See the species descriptions.

Remarks

Larix was the Roman name for larch (Parker 1993).

Larches are widely used in forestry in cool-temperate to subarctic zones. L. sibirica has proved the most successful tree for use in Greenland, but L. decidua and L. kaempferi have received the greatest international attention. Most if not all hybrid combinations attempted have been successfully created; the hybrid L. decidua × L. kaempferi (L. × marschlinsii Coaz, syn. L. × eurolepis Henry nom. illeg.) is an important forest tree in Britain.

Citations

Farjon, Aljos. 1990. Pinaceae: drawings and descriptions of the genera Abies, Cedrus, Pseudolarix, Keteleeria, Nothotsuga, Tsuga, Cathaya, Pseudotsuga, Larix and Picea. Königstein: Koeltz Scientific Books.

Gernandt, D. S. and A. Liston (1999). Internal transcribed spacer region evolution in Larix and Pseudotsgua (Pinaceae). American Journal of Botany 86: 711-723.

Gros-Louis, M.-C., J. Bousquet, L. E. Pâques and N.e Isabel. 2005. Species-diagnostic markers in Larix spp. based on RAPDs and nuclear, cpDNA, and mtDNA gene sequences, and their phylogenetic implications. Tree Genetics & Genomes 1(2): 50-63.

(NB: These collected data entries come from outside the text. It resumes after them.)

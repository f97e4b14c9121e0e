"""Sizing by search: the lightest section that passes every check of a member.

:func:`lightest_sections` is the general search (any candidates, any trial built from calcpack's
checks); :func:`lightest_aisc_beam` searches the AISC Shapes Database for a steel beam and
:func:`lightest_nds_beam` the sawn sizes of an NDS species and grade for a timber beam.
"""

from calcpack.sizing.search import Candidate, SizingResult, Trial, lightest_sections
from calcpack.sizing.steel import DeflectionLimit, aisc_candidates, lightest_aisc_beam
from calcpack.sizing.timber import lightest_nds_beam, sawn_candidates

__all__ = [
    "Candidate",
    "DeflectionLimit",
    "SizingResult",
    "Trial",
    "aisc_candidates",
    "lightest_aisc_beam",
    "lightest_nds_beam",
    "lightest_sections",
    "sawn_candidates",
]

Miller, P. 1754. The Gardener's Dictionary, abridged edition 4, vol. 1.

Qiu, Xiu-Fei, Yan-Yan Liu, Ge Wu, Cong-Hui Xu, Xin-Quan Liu, Xiao-Yan Xiang, Xiao-Xin Wei, and Xiao-Quan Wang. 2024. Phylogenomic analyses shed new light on the spatiotemporal evolution of global larches: implications for the dynamics of boreal forests. Molecular Phylogenetics and Evolution 202:108240. doi.org/10.1016/j.ympev.2024.108240.

Semerikov, Vladimir L and Martin Lascoux. 1999. Genetic relationship among Eurasian and American Larix species based on allozymes. Heredity 83(1): 62-70. Available: www.nature.com/hdy/journal/v83/n1/full/6885310a.html, accessed 2007.10.22.

Szafer, W. 1913. Larix x czekanowskii hybr. nov. Kosmos 38:1281-1322 (p. 1297). Available: Śląska Biblioteka Cyfrowa (p. 458 of 870), accessed 2024.06.27.

Wei, X.-X. and Wang, X.-Q. 2003. Phylogenetic split of Larix: evidence from paternally inherited cpDNA trnT- trnF region. Plant Systematics and Evolution 239(1-2): 67-77.

Wei, X.-X. and Wang, X.-Q. 2004. Recolonization and radiation in Larix (Pinaceae): evidence from nuclear ribosomal DNA paralogues. Molecular Ecology 13(10): 3115-3123.